** Goal of the exercise **
Pull every line with "logRequests" from the material.

** Given data **
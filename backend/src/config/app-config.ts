import { randomBytes } from 'node:crypto';
import { existsSync, mkdirSync, readFileSync, writeFileSync } from 'node:fs';
import { join, resolve } from 'node:path';

/** Everything the server reads from its environment, checked once at start. */
export interface AppConfig {
  port: number;
  host: string;
  dataDir: string;
  /** When set, a real PostgreSQL server is used instead of the embedded PGlite. */
  databaseUrl: string | null;
  /** Tests only: keep the embedded database in memory. */
  inMemoryDatabase: boolean;
  jwtSecret: string;
  accessTokenTtlSeconds: number;
  demo: boolean;
  /** Seed the demo doc set too (tests turn it off to stay fast). */
  demoContent: boolean;
  adminEmail: string | null;
  adminPassword: string | null;
  smtpUrl: string | null;
  mailFrom: string;
  publicUrl: string;
  nightlyTime: string;
  sourceRoot: string | null;
  uploadMaxBytes: number;
  signInLimitPerMinute: number;
  importsPerHour: number;
  /** Longest a whole import may take, and one page's parse (docs/threats.md "Limits" starting values, raised for big doc sets). */
  importTimeoutSeconds: number;
  pageParseTimeoutMs: number;
  logFormat: 'json' | 'text';
  logRequests: boolean;
  frontendDist: string | null;
  /** Seconds between outbox delivery attempts (base of the backoff). */
  mailRetryBaseSeconds: number;
  /** Port of the built-in local mailbox on 127.0.0.1 (0 = any free port). */
  mailboxPort: number;
  /** How often the outbox sender looks for due messages. */
  mailPollMs: number;
  backupsKept: number;
  /** Check every answer against its route's response schema (docs/api.md); on unless NODE_ENV is production. */
  checkResponses: boolean;
}

const PLACEHOLDER_SECRETS = new Set(['changeme', 'secret', 'change-me-to-a-long-random-string']);

export class ConfigError extends Error {
  constructor(readonly problems: string[]) {
    super(`Configuration is not valid:\n${problems.map((p) => `  - ${p}`).join('\n')}`);
  }
}

function int(env: NodeJS.ProcessEnv, name: string, fallback: number, problems: string[], min = 0, max = Number.MAX_SAFE_INTEGER): number {
  const raw = env[name];
  if (raw === undefined || raw === '') return fallback;
  const value = Number(raw);
  if (!Number.isInteger(value) || value < min || value > max) {
    problems.push(`${name} must be a whole number between ${min} and ${max} (got "${raw}")`);
    return fallback;
  }
  return value;
}

function bool(env: NodeJS.ProcessEnv, name: string, fallback: boolean, problems: string[]): boolean {
  const raw = env[name]?.trim().toLowerCase();
  if (raw === undefined || raw === '') return fallback;
  if (['1', 'true', 'yes', 'on'].includes(raw)) return true;
  if (['0', 'false', 'no', 'off'].includes(raw)) return false;
  problems.push(`${name} must be true or false (got "${env[name]}")`);
  return fallback;
}

/** The signing secret: from JWT_SECRET, else generated once and kept in the data folder. */
function signingSecret(env: NodeJS.ProcessEnv, dataDir: string, persist: boolean, problems: string[]): string {
  const given = env.JWT_SECRET;
  if (given !== undefined && given !== '') {
    if (Buffer.byteLength(given) < 32) problems.push('JWT_SECRET must be at least 32 bytes long (use 64 random characters)');
    if (PLACEHOLDER_SECRETS.has(given.toLowerCase())) problems.push('JWT_SECRET is a sample placeholder; set a random value');
    return given;
  }
  if (!persist) return randomBytes(48).toString('base64url');
  const file = join(dataDir, 'jwt-secret');
  if (existsSync(file)) return readFileSync(file, 'utf8').trim();
  mkdirSync(dataDir, { recursive: true });
  const secret = randomBytes(48).toString('base64url');
  writeFileSync(file, secret, { mode: 0o600 });
  return secret;
}

export function loadConfig(env: NodeJS.ProcessEnv = process.env, overrides: Partial<AppConfig> = {}): AppConfig {
  const problems: string[] = [];
  const dataDir = resolve(overrides.dataDir ?? env.DATA_DIR ?? './data');
  const inMemoryDatabase = overrides.inMemoryDatabase ?? false;
  const nightlyTime = env.NIGHTLY_TIME ?? '02:00';
  if (!/^([01]\d|2[0-3]):[0-5]\d$/.test(nightlyTime)) problems.push(`NIGHTLY_TIME must look like 02:00 (got "${nightlyTime}")`);
  const logFormat = (env.LOG_FORMAT ?? 'json') as AppConfig['logFormat'];
  if (!['json', 'text'].includes(logFormat)) problems.push('LOG_FORMAT must be json or text');
  const port = int(env, 'PORT', 3000, problems, 0, 65535);
  const config: AppConfig = {
    port,
    host: env.HOST ?? '0.0.0.0',
    dataDir,
    databaseUrl: env.DATABASE_URL || null,
    inMemoryDatabase,
    jwtSecret: overrides.jwtSecret ?? signingSecret(env, dataDir, !inMemoryDatabase, problems),
    accessTokenTtlSeconds: int(env, 'ACCESS_TOKEN_TTL_SECONDS', 8 * 3600, problems, 60, 30 * 24 * 3600),
    demo: bool(env, 'DEMO', true, problems),
    demoContent: bool(env, 'DEMO_CONTENT', true, problems),
    adminEmail: env.ADMIN_EMAIL || null,
    adminPassword: env.ADMIN_PASSWORD || null,
    smtpUrl: env.SMTP_URL || null,
    mailFrom: env.MAIL_FROM ?? 'Linkloom <linkloom@localhost>',
    publicUrl: (env.PUBLIC_URL ?? `http://localhost:${port}`).replace(/\/+$/, ''),
    nightlyTime,
    sourceRoot: env.SOURCE_ROOT ? resolve(env.SOURCE_ROOT) : null,
    uploadMaxBytes: int(env, 'UPLOAD_MAX_BYTES', 50 * 1024 * 1024, problems, 1024),
    signInLimitPerMinute: int(env, 'SIGN_IN_LIMIT_PER_MINUTE', 5, problems, 1),
    importsPerHour: int(env, 'IMPORTS_PER_HOUR', 20, problems, 1),
    importTimeoutSeconds: int(env, 'IMPORT_TIMEOUT_SECONDS', 900, problems, 10, 86_400),
    pageParseTimeoutMs: int(env, 'PAGE_PARSE_TIMEOUT_MS', 2_000, problems, 100, 600_000),
    logFormat,
    logRequests: bool(env, 'LOG_REQUESTS', true, problems),
    frontendDist: null,
    mailRetryBaseSeconds: int(env, 'MAIL_RETRY_BASE_SECONDS', 30, problems, 1),
    mailboxPort: int(env, 'MAILBOX_PORT', 0, problems, 0, 65535),
    mailPollMs: int(env, 'MAIL_POLL_MS', 5000, problems, 50),
    backupsKept: int(env, 'BACKUPS_KEPT', 7, problems, 1, 365),
    checkResponses: bool(env, 'CHECK_RESPONSES', env.NODE_ENV !== 'production', problems),
    ...overrides,
  };
  if (problems.length) throw new ConfigError(problems);
  return config;
}

export const APP_CONFIG = Symbol('APP_CONFIG');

** Exercise result **
  logRequests: boolean;
    logRequests: bool(env, 'LOG_REQUESTS', true, problems),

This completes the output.